● **ACTION ITEM**:
Please return the lines, both ends included, that run from the one containing "const k = r.curves.findIndex((c)" to the last line of the data below, exactly and alone.

● **RECORDS FOR THIS EXERCISE**:
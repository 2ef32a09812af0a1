/**
 * αV of the entropic bT fitted to the moduli (core/shift/expansion-profile.ts). The entropic law
 * bT = Tref(1 + αV(T − Tref))/T is Ferry's (Viscoelastic Properties of Polymers, 3rd ed., 1980);
 * αV = 6·10⁻⁴ /K is a typical melt value (common practice). All data are invented and seeded
 * (core/synthetic): the true αV is the generator's, an analytic truth.
 */
import { describe, expect, it } from 'vitest';
import { shiftIsotherms } from '../../../core/shift';
import { syntheticIsotherms } from '../../../core/synthetic';
import { expectAbsClose } from '../../helpers/assert-close';
import { MELT_ARRHENIUS, MELT_WLF_PB } from './fixtures';
import type { Case } from './fixtures';

const ALPHA_V = 6e-4;
const density = { referenceDensity: 900, volumetricExpansionPerK: ALPHA_V };

function withBT(c: Case, pointsPerDecade: number, relativeNoise: number, seed: number) {
  return syntheticIsotherms({ ...c.options, pointsPerDecade, relativeNoise, seed, density });
}

describe('profileExpansion() through shiftIsotherms()', () => {
  // Noise-free data: the profile must return the generator's αV. What remains is the error of
  // linear interpolation between points on curved log–log curves (it shrinks as the square of the
  // point spacing): measured 5.961 and 5.969·10⁻⁴ /K at 5 points per decade (0.2 decades apart),
  // 5.9994·10⁻⁴ at 20. The tolerances, 1 % and 0.1 %, leave room for that and nothing more; the
  // earlier estimator (a parabola through weighted squares with a robust scale per trial) gave
  // 6.41 and 7.50·10⁻⁴ at 5 per decade and 6.28 and 10.98·10⁻⁴ at 20 on these very sets.
  for (const c of [MELT_ARRHENIUS, MELT_WLF_PB])
    for (const [pointsPerDecade, relTol] of [
      [5, 0.01],
      [20, 0.001],
    ] as const)
      it(`profileExpansion() recovers αV from noise-free moduli (${c.name}, ${pointsPerDecade} points per decade)`, () => {
        const { dataset, truth } = withBT(c, pointsPerDecade, 0, 1);
        const r = shiftIsotherms(dataset, { referenceK: c.options.referenceK, vertical: 'data' });
        expect(r.vertical.chosen).toBe('data');
        expectAbsClose(r.vertical.expansionPerK!, ALPHA_V, relTol * ALPHA_V, 'αV');
        // And the default run applies it: the shifts come back within 0.001 decades.
        const auto = shiftIsotherms(dataset, { referenceK: c.options.referenceK });
        expect(auto.vertical.chosen).toBe('data');
        auto.curves.forEach((cv, k) =>
          expectAbsClose(cv.log10aT!, truth.log10aT[k], 0.001, `${cv.id} log10 aT`),
        );
      });

  it('profileExpansion() gives αV a standard error that matches its scatter (20 seeds × 2 melts, 2 % noise)', () => {
    const z: number[] = [];
    for (const c of [MELT_ARRHENIUS, MELT_WLF_PB])
      for (let seed = 1; seed <= 20; seed++) {
        const { dataset } = withBT(c, 5, 0.02, 7000 + seed);
        const r = shiftIsotherms(dataset, {
          referenceK: c.options.referenceK,
          vertical: 'data',
          checks: false,
        });
        z.push((r.vertical.expansionPerK! - ALPHA_V) / r.vertical.expansionStdErr!);
      }
    const mean = z.reduce((a, b) => a + b, 0) / z.length;
    const rms = Math.sqrt(z.reduce((a, b) => a + b * b, 0) / z.length);
    // Measured: mean −0.30, RMS 0.95 (40 sets). Unbiased: the mean of 40 standard normal values
    // lies within ±0.5 (3.2 of its standard errors); calibrated: RMS 0.7–1.4 (the band the
    // engine's own standard errors are held to, docs/shifting.md).
    expect(Math.abs(mean)).toBeLessThan(0.5);
    expect(rms).toBeGreaterThan(0.7);
    expect(rms).toBeLessThan(1.4);
  });

  it('shiftIsotherms() with heldExpansion takes bT from the given αV without fitting it again', () => {
    const { dataset } = withBT(MELT_ARRHENIUS, 5, 0.02, 3);
    const referenceK = MELT_ARRHENIUS.options.referenceK;
    const held = { expansionPerK: 6.3e-4, expansionStdErr: 1e-5 };
    const r = shiftIsotherms(dataset, { referenceK, heldExpansion: held });
    expect(r.vertical.chosen).toBe('data');
    expect(r.vertical.expansionPerK).toBe(held.expansionPerK);
    expect(r.vertical.reason).toMatch(/held from the last full fit/);
    // The same shifts as with that αV given as a density.
    const d = shiftIsotherms(dataset, {
      referenceK,
      vertical: 'density',
      density: { kind: 'expansion', volumetricExpansionPerK: held.expansionPerK },
    });
    r.curves.forEach((cv, k) => {
      expectAbsClose(cv.log10bT!, d.curves[k].log10bT!, 1e-12, `${cv.id} log10 bT`);
      expectAbsClose(cv.log10aT!, d.curves[k].log10aT!, 0.002, `${cv.id} log10 aT`);
    });
    // A given density wins over a held αV, as it wins over the fit.
    const given = shiftIsotherms(dataset, {
      referenceK,
      heldExpansion: held,
      density: { kind: 'expansion', volumetricExpansionPerK: ALPHA_V },
    });
    expect(given.vertical.chosen).toBe('density');
    // A last full fit that found no bT is held as bT = 1.
    const off = shiftIsotherms(dataset, {
      referenceK,
      heldExpansion: { expansionPerK: null, expansionStdErr: null },
    });
    expect(off.vertical.chosen).toBe('none');
    expect(off.vertical.reason).toMatch(/held from the last full fit/);
    off.curves.forEach((cv) => expect(cv.log10bT).toBe(0));
  });

  it("shiftIsotherms() carries αV's uncertainty into the shifts' standard errors and covariance", () => {
    const { dataset } = withBT(MELT_WLF_PB, 5, 0.02, 5);
    const r = shiftIsotherms(dataset, { referenceK: MELT_WLF_PB.options.referenceK });
    expect(r.vertical.chosen).toBe('data');
    const d = shiftIsotherms(dataset, {
      referenceK: MELT_WLF_PB.options.referenceK,
      vertical: 'density',
      density: { kind: 'expansion', volumetricExpansionPerK: r.vertical.expansionPerK! },
    });
    const cov = r.covariance!;
    cov.ids.forEach((id, a) => {
      const k = r.curves.findIndex((c) => c.id === id);
      const se = r.curves[k].log10aTStdErr!;
      // The diagonal of the covariance is the square of the standard error.
      expectAbsClose(cov.log10aT[a][a], se * se, 1e-12, `${id} variance`);
      // Away from Tref the shifts are less certain than with αV known.
      if (Math.abs(r.curves[k].temperatureK - MELT_WLF_PB.options.referenceK) > 10)
        expect(se, id).toBeGreaterThan(d.curves[k].log10aTStdErr!);
    });
  });
});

● **PROBLEM SOLUTION**:
      const k = r.curves.findIndex((c) => c.id === id);
      const se = r.curves[k].log10aTStdErr!;
      // The diagonal of the covariance is the square of the standard error.
      expectAbsClose(cov.log10aT[a][a], se * se, 1e-12, `${id} variance`);
      // Away from Tref the shifts are less certain than with αV known.
      if (Math.abs(r.curves[k].temperatureK - MELT_WLF_PB.options.referenceK) > 10)
        expect(se, id).toBeGreaterThan(d.curves[k].log10aTStdErr!);
    });
  });
});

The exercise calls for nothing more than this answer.